O Ministério dos Transportes deve apresentar nesta segunda-feira o estudo técnico de análise da concessão de um trecho de 806 quilômetros da rodovia federal. O trecho é de Comodoro (MT) até o município de Porto Velho (RO). Pelos menos 20 empresas manifestaram forte interesse em administrar o trecho.

Sem dúvida, a BR-364 não suporta mais operação tapa-buraco. O Departamento Nacional de Infraestrutura e Transporte (Dnit) passa o dia tapando buraco na rodovia federal. No dia seguinte, o buraco volta a abrir. De fato, a rodovia está totalmente deteriorada e prejudicada nas suas camadas. A forte chuva que cai na região ajuda a agravar ainda mais a situação da estrada. Quem sofre com tudo isso é a população.

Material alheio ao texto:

"""Every fault of a file is one refusal that names place, value, limit and the next action."""

from __future__ import annotations

import hashlib
from collections.abc import Callable
from pathlib import Path
from typing import Any

import pytest
from hypothesis import HealthCheck, given, settings
from hypothesis import strategies as st

from controller.config.faults import Faults
from controller.config.instrument import Instrument
from controller.config.load import (
    MAX_BYTES,
    line_at,
    line_of,
    load_faults,
    load_instrument,
    load_sample,
    load_sequence,
    parse,
)
from controller.config.sample import Sample
from controller.config.sequence import Sequence
from controller.errors import ConfigRefused, ExitCode
from controller.route.plan import plan_route

CONFIGS = Path(__file__).parents[2] / "configs"


def text_of(*parts: str) -> str:
    return CONFIGS.joinpath(*parts).read_text(encoding="utf-8")


INSTRUMENT = text_of("bench", "instrument.toml")
SEQUENCE = text_of("strontium", "sequence.toml")
SAMPLE = text_of("strontium", "sample.toml")
FAULT = (
    '[[faults]]\nkind = "cover open"\nat = "3 s"\n\n[[faults]]\nkind = "no reply"\nat = "4 s"\nrole = "esa"\n'
)
# (text, old, new, the key that must be named, words of the problem); the line is that of ``new``
INSTRUMENT_FAULTS = [
    ('nominal = "8 kV"', 'nominal = "9 kV"', "accelerating.nominal", "above volts_max 8200 V"),
    ('esa_gap = "15 mm"', 'esa_gap = "15 V"', "geometry.esa_gap", "not a quantity in m"),
    ('esa_gap = "15 mm"', "esa_gap = 15", "geometry.esa_gap", "needs a unit, for example '300 mm'"),
    ('esa_gap = "15 mm"', 'esa_gap = "15 m"', "geometry.esa_gap", "limit: at most 0.2"),
    ('esa_gap = "15 mm"', 'esa_gap = "0 m"', "geometry.esa_gap", "limit: above 0"),
    ('esa_gap = "15 mm"', "esa_gap = true", "geometry.esa_gap", "needs a unit"),
    ('esa_gap = "15 mm"', 'esa_gpa = "15 mm"', "geometry.esa_gpa", "did you mean 'esa_gap'?"),
    ('esa_angle = "90 deg"', 'esa_angle = "90 percent"', "geometry.esa_angle", "not a quantity in rad"),
    ('jump_span = "15 percent"', 'jump_span = "15 deg"', "accelerating.jump_span", "is not a share"),
    ('magnet_radius = "300 mm"', 'magnet_radius = "600 mm"', "geometry.magnet_radius", "no double focus"),
    ('safe_amps = "0.05 A"', 'safe_amps = "11 A"', "magnet.safe_amps", "must be below amps_max 10.5 A"),
    ('field_min = "0.05 T"', 'field_min = "0.9 T"', "magnet.field_min", "must be below field_max"),
    ('field_max = "0.9 T"', 'field_max = "5 T"', "magnet.field_max", "must be below saturation"),
    ('field_max = "0.9 T"', 'field_max = "1.1 T"', "magnet.field_max", "that amps_max gives"),
    ('compliance = "40 V"', 'compliance = "20 V"', "magnet.compliance", "that takes 21 V"),
    ("conditioning_cycles = 3", "conditioning_cycles = 3.0", "magnet.conditioning_cycles", "integer"),
    ("conditioning_cycles = 3", "conditioning_cycles = true", "magnet.conditioning_cycles", "integer"),
    ('source_offset = "0.34 V"', 'source_offset = "-9 kV"', "accelerating.source_offset", "at least -100"),
    ('volts_max = "1 kV"', 'volts_max = "900 V"', "esa.volts_max", "the ESA then needs 983.9 V"),
    ('detector_volts = "2.2 kV"', 'detector_volts = "2.6 kV"', "counter.detector_volts", "2500 V"),
    ('rate_max = "3 MHz"', 'rate_max = "60 MHz"', "counter.rate_max", "times the dead time is 1.2"),
    ('stale_after = "200 ms"', 'stale_after = "60 ms"', "devices.analyser_gauge.stale_after", "two polls"),
    ('serial = "ESA-0001"', 'serial = "ACC-0001"', "devices.esa.serial", "the same serial 'ACC-0001'"),
    ('address = "sim:water"', 'address = "line-2"', "devices.water.address", "does not go with kind"),
    ('kind = "simulated"', 'kind = "imaginary"', "kind", "limit: 'simulated' or 'hardware'"),
    ('name = "bench"', 'name = "two\\nlines"', "name", "a text of one line"),
    ("late_reply = 0.0", "late_reply = -1", "simulation.late_reply", "at least 0"),
    ("late_reply = 0.0", f"late_reply = {'9' * 400}", "simulation.late_reply", "too large"),
    ("garbled_reply = 0.0", "garbled_reply = nan", "simulation.garbled_reply", "finite"),
    ("eddy_seconds = [0.06, 0.3, 1.5]", "eddy_seconds = [0.06]", "simulation.eddy_seconds", "same length"),
    (
        'analyser_vacuum = { permit = "3e-4 Pa"',
        'analyser_vacuum = { permit = "3e-3 Pa"',
        "interlocks.analyser_vacuum.permit",
        "must be below trip 0.001 Pa",
    ),
    (
        'water = { permit = "4 l/min"',
        'water = { permit = "2 l/min"',
        "interlocks.water.permit",
        "must be above trip",
    ),
]
SEQUENCE_FAULTS = [
    ("blocks = 4", 'blocks = "4"', "run.blocks", "integer"),
    ("blocks = 4", "blocks = 0", "run.blocks", "limit: at least 1"),
    ("centre_every = 1", "cycels = 1", "run.cycels", "did you mean 'cycles_per_block'?"),
    ('gate = "2 s"', 'gate = "0 s"', "run.gate", "at least 0.001"),
    ('ion = "84Sr+"', 'ion = "84Xx+"', "ions[0].ion", "not in the table of nuclides"),
    ('ion = "84Sr+"', 'ion = "strontium"', "ions[0].ion", "is not an ion label"),
    ('ion = "85Rb+"', 'ion = "84Sr+"', "ions[1].ion", "named twice: 84Sr+"),
    ('name = "above 88"', 'name = "below 84"', "backgrounds[2].name", "named twice: below 84"),
    ('name = "above 88"', 'name = ""', "backgrounds[2].name", "a text of one line"),
    ('numerator = "87Sr+"', 'numerator = "89Sr+"', "ratios[0].numerator", "not an ion of this sequence"),
    ('denominator = "86Sr+"', 'denominator = "87Sr+"', "ratios[0].denominator", "87Sr+ by itself"),
    ('numerator = "84Sr+"', 'numerator = "87Sr+"', "ratios[1].numerator", "named twice: 87Sr+/86Sr+"),
    ('monitor = "85Rb+"', 'monitor = "87Sr+"', "interferences[0].monitor", "lies on itself"),
    ('interfering = "87Rb+"', 'interfering = "85Rb+"', "interferences[0].interfering", "does not lie on"),
    ('denominator = "88Sr+"', 'denominator = "86Sr+"', "normalisation.denominator", "by itself"),
    ("value = 0.1194", "value = '0.1194'", "normalisation.value", "needs a number"),
    ('dwell = "4 s"', 'dwell = "-4 s"', "ions[3].dwell", "limit: above 0"),
    ('dwell = "4 s"', 'dwell = "4 h"', "ions[3].dwell", "limit: at most 3600"),
    ('law = "exponential"', 'law = "wishful"', "normalisation.law", "limit: 'exponential'"),
]
SAMPLE_FAULTS = [
    ('rate = "680 kHz"', "rate = 680e3", "components[0].rate", "needs a unit"),
    ('rate = "680 kHz"', 'rate = "680 rpm"', "components[0].rate", "not a quantity in 1/s"),
    ('"84Sr+" = 0.0565', '"84Sx+" = 0.0565', "components[0].ions.84Sx+", "not in the table"),
    ('"87Rb+" = 0.3856', '"87Rb+" = -0.3856', "components[1].ions.87Rb+", "above zero"),
    ('kind = "thermal"', 'kind = "laser"', "source.kind", "limit: 'thermal' or 'plasma'"),
]
FAULT_FAULTS = [
    ('kind = "cover open"', 'kind = "cover shut"', "faults[0].kind", "not one of the choices"),
    ('role = "esa"', 'role = "eas"', "faults[1].role", "one of magnet"),
    ('at = "3 s"', 'at = "3 s"\nrole = "esa"', "faults[0].role", "takes another role: none"),
    ('at = "3 s"', 'at = "3 s"\nsize = 0.1', "faults[0].size", "has no size"),
    ('at = "4 s"', 'at = "-4 s"', "faults[1].at", "at least 0"),
]
CASES: list[tuple[type[Any], str, tuple[str, str, str, str]]] = [
    *((Instrument, INSTRUMENT, fault) for fault in INSTRUMENT_FAULTS),
    *((Sequence, SEQUENCE, fault) for fault in SEQUENCE_FAULTS),
    *((Sample, SAMPLE, fault) for fault in SAMPLE_FAULTS),
    *((Faults, FAULT, fault) for fault in FAULT_FAULTS),
]


@pytest.mark.parametrize(("model", "text", "fault"), CASES)
def test_a_fault_is_one_line_that_names_place_key_and_next_action(
    model: type[Any], text: str, fault: tuple[str, str, str, str]
) -> None:
    old, new, key, says = fault
    start = text.index(old)
    with pytest.raises(ConfigRefused) as caught:
        parse(text[:start] + new + text[start + len(old) :], "my.toml", model)
    found = caught.value
    assert found.key == key
    assert found.line == text[:start].count("\n") + 1 + new.count("\n")
    assert says in str(found)
    assert str(found).startswith(f"CONFIG REFUSED my.toml, line {found.line}; key {key}")
    assert "Next: " in str(found)
    assert len(str(found).splitlines()) == 1
    assert len(str(found)) < 400
    assert found.exit_code is ExitCode.CONFIG_REFUSED


@pytest.mark.parametrize(
    ("model", "text", "gone", "key", "stands_in"),
    [
        (Sequence, SEQUENCE, "blocks = 4\n", "run.blocks", "[run]"),
        (Sequence, SEQUENCE, 'ion = "86Sr+"\n', "ions[2].ion", "[[ions]]"),
        (Instrument, INSTRUMENT, 'serial = "DHV-0001"\n', "devices.detector.serial", "[devices.detector]"),
        (Instrument, INSTRUMENT, 'kind = "simulated"\n', "kind", "# The demo instrument"),
        (Faults, FAULT, 'role = "esa"\n', "faults[1].role", "[[faults]]"),
    ],
)
def test_a_missing_key_names_the_table_it_is_missed_in(
    model: type[Any], text: str, gone: str, key: str, stands_in: str
) -> None:
    with pytest.raises(ConfigRefused) as caught:
        parse(text.replace(gone, "", 1), "my.toml", model)
    assert caught.value.key == key
    assert caught.value.line is not None
    assert text.splitlines()[caught.value.line - 1].startswith(stands_in)
    # the last table of that name before the gap
    assert text[: text.index(gone)].count("\n") + 1 >= caught.value.line


def test_lines_are_found_in_tables_arrays_and_inline_tables() -> None:
    text = "a = 1\n[one]\nb = 2\n[[many]]\nc = 3\n[[many]]\nc = 4\nd = { e = 5 }\n[one.two]\nf = 6\n"
    assert line_of(text, ("a",)) == 1
    assert line_of(text, ("one", "b")) == 3
    assert line_of(text, ("many", 0, "c")) == 5
    assert line_of(text, ("many", 1, "c")) == 7
    assert line_of(text, ("many", 1, "d", "e")) == 8
    assert line_of(text, ("one", "two", "f")) == 10
    assert line_of(text, ("many", 1, "missing")) == 6
    assert line_of(text, ("nowhere",)) is None
    assert line_at(text, "many[1].c") == 7


def test_lines_are_found_among_tables_of_tables_quotes_and_long_texts() -> None:
    text = (
        'a = """\n[one]\nb = 2\n"""\n[[x]] # first\n[x.y]\n"q.r+" = 1\n'
        "[[x]]\n[x.y]\n'q.r+' = 2\n[[x.z]]\nw.v = 3\n[[x.z]]\nw.v = 4\n# [[x]]\n"
    )
    assert line_of(text, ("one", "b")) is None
    assert line_of(text, ("x", 0, "y", "q.r+")) == 7
    assert line_of(text, ("x", 1, "y", "q.r+")) == 10
    assert line_of(text, ("x", 1, "z", 1, "w", "v")) == 14


def test_a_long_odd_line_costs_no_time() -> None:
    assert line_of("a" * 500_000 + "!\n[" + " " * 500_000 + "\nb = 1\n", ("b",)) == 3


def test_files_that_are_no_files(tmp_path: Path) -> None:
    cases = {
        "missing.toml": (None, "no such file"),
        "binary.toml": (b"a = 1\n\xff\xfe\x00", "line 2; is not UTF-8"),
        "broken.toml": (b"\na = \n", "line 2; is not TOML"),
        "huge.toml": (b"#" * (MAX_BYTES + 1), "too large for a settings file"),
        "deep.toml": (b"b = 1\na = " + b"[" * 20_000, "line 2; is not TOML"),
        "long.toml": (b"\n\na = " + b"9" * 5_000, "line 3; is not TOML"),
        "nul\0.toml": (None, "cannot be read"),
        ".": (None, "cannot be read"),
    }
    for name, (content, says) in cases.items():
        path = tmp_path / name
        if content is not None:
            path.write_bytes(content)
        with pytest.raises(ConfigRefused) as caught:
            load_sequence(str(path))
        assert says in str(caught.value), name
        assert caught.value.file == str(path)
        assert caught.value.next_action


def test_toml_faults_name_their_line(tmp_path: Path) -> None:
    path = tmp_path / "s.toml"
    path.write_text('title = "x"\n\nblocks == 3\n', encoding="utf-8")
    with pytest.raises(ConfigRefused) as caught:
        load_sequence(str(path))
    assert caught.value.line == 3


def test_what_is_loaded_is_the_file_with_its_digest() -> None:
    path = CONFIGS / "bench" / "instrument.toml"
    loaded = load_instrument(str(path))
    assert loaded.text == path.read_text(encoding="utf-8")
    assert loaded.sha256 == hashlib.sha256(path.read_bytes()).hexdigest()
    assert loaded.settings.accelerating.nominal == 8000.0
    assert loaded.settings.interlocks.water.debounce == 2.0


def test_every_shipped_file_loads_and_plans() -> None:
    instrument = load_instrument(str(CONFIGS / "bench" / "instrument.toml")).settings
    loaders: dict[str, Callable[[str], Any]] = {
        "sample": load_sample,
        "instrument": load_instrument,
        "sequence": load_sequence,
        "one-hour": load_sequence,
    }
    seen = 0
    for path in sorted(CONFIGS.glob("*/*.toml")):
        settings_ = (load_faults if path.parent.name == "faults" else loaders[path.stem])(str(path)).settings
        seen += 1
        if isinstance(settings_, Sequence):
            assert plan_route(settings_, instrument).stations
            assert (path.parent / settings_.instrument).is_file()
            assert settings_.sample is not None
            assert (path.parent / settings_.sample).is_file()
    assert seen >= 13


def test_the_strontium_sample_agrees_with_its_convention() -> None:
    """What normalises a run must be true of the sample, or every ratio is off by design."""
    sequence = load_sequence(str(CONFIGS / "strontium" / "sequence.toml")).settings
    sample = load_sample(str(CONFIGS / "strontium" / "sample.toml")).settings
    ions = sample.components[0].ions
    assert sequence.normalisation is not None
    assert ions["86Sr+"] / ions["88Sr+"] == pytest.approx(sequence.normalisation.value, rel=1e-12)


FUZZED = {Sequence: SEQUENCE, Instrument: INSTRUMENT, Sample: SAMPLE, Faults: FAULT}
ODD = [
    "true",
    '""',
    "[]",
    "{}",
    "-1",
    "0",
    "1e400",
    '"8 kV"',
    "nan",
    '"0 s"',
    "1979-05-27",
    "[[1]]",
    '"\\u2028"',
]


@settings(max_examples=400, deadline=None, suppress_health_check=[HealthCheck.too_slow], derandomize=True)
@given(st.data())
def test_a_mangled_file_is_settings_or_one_refusal(data: st.DataObject) -> None:
    model = data.draw(st.sampled_from(list(FUZZED)))
    lines = FUZZED[model].splitlines()
    for _ in range(data.draw(st.integers(1, 3))):
        number = data.draw(st.integers(0, len(lines) - 1))
        match data.draw(st.integers(0, 3)):
            case 0:
                lines[number] = ""
            case 1:
                lines.insert(number, lines[data.draw(st.integers(0, len(lines) - 1))])
            case 2:
                lines[number] = data.draw(st.text(max_size=40))
            case _:
                key, equals, _ = lines[number].partition("=")
                lines[number] = f"{key}{equals}{data.draw(st.sampled_from(ODD))}"
    text, refused = "\n".join(lines), None
    try:
        made = parse(text, "my.toml", model)
    except ConfigRefused as error:
        refused = error
    if refused is None:
        assert isinstance(made, model)
        return
    assert refused.file == "my.toml"
    assert refused.line is not None
    assert 1 <= refused.line <= len(text.split("\n"))
    assert len(str(refused).splitlines()) == 1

O maior problema nessa época do ano, o volume de carreta que chega transportando soja do Mato Grosso e Sul de Rondônia até o Porto Graneleiro de Porto Velho. O número de acidentes, somente no primeiro trimestre, já representa 30% do ocorrido na mesma época do ano passado. A quantidade de buracos na rodovia ajuda ainda a complicar a vida dos usuários e representou somente este ano 8% dos acidentes.

Mas a maior causa dos acidentes é a imprudência, hoje responsável por 85% dos acidentes na BR, conforme dados da PRF. Enquanto não houver duplicação, a população rondoniense vai continuar assistindo cenas de acidentes graves e vidas se perdendo. A PRF passa mais tempo prestando socorro às vítimas da rodovia do que fiscalizando.

Os cortes no Orçamento Geral da União inviabilizam qualquer tipo de investimento na rodovia. O projeto de duplicação da BR, na época em que foi feito um estudo, teria custo de mais de R$ 400 milhões no trecho entre Ouro Preto e Ariquemes. O governo não tem como nos próximos anos viabilizar esse dinheiro. Ao que parece, a saída nesse momento, é a privatização da rodovia. Seria uma forma, pelo menos, de reduzir o índice de mortes na estrada. Está na hora de dar um basta nessa sangria.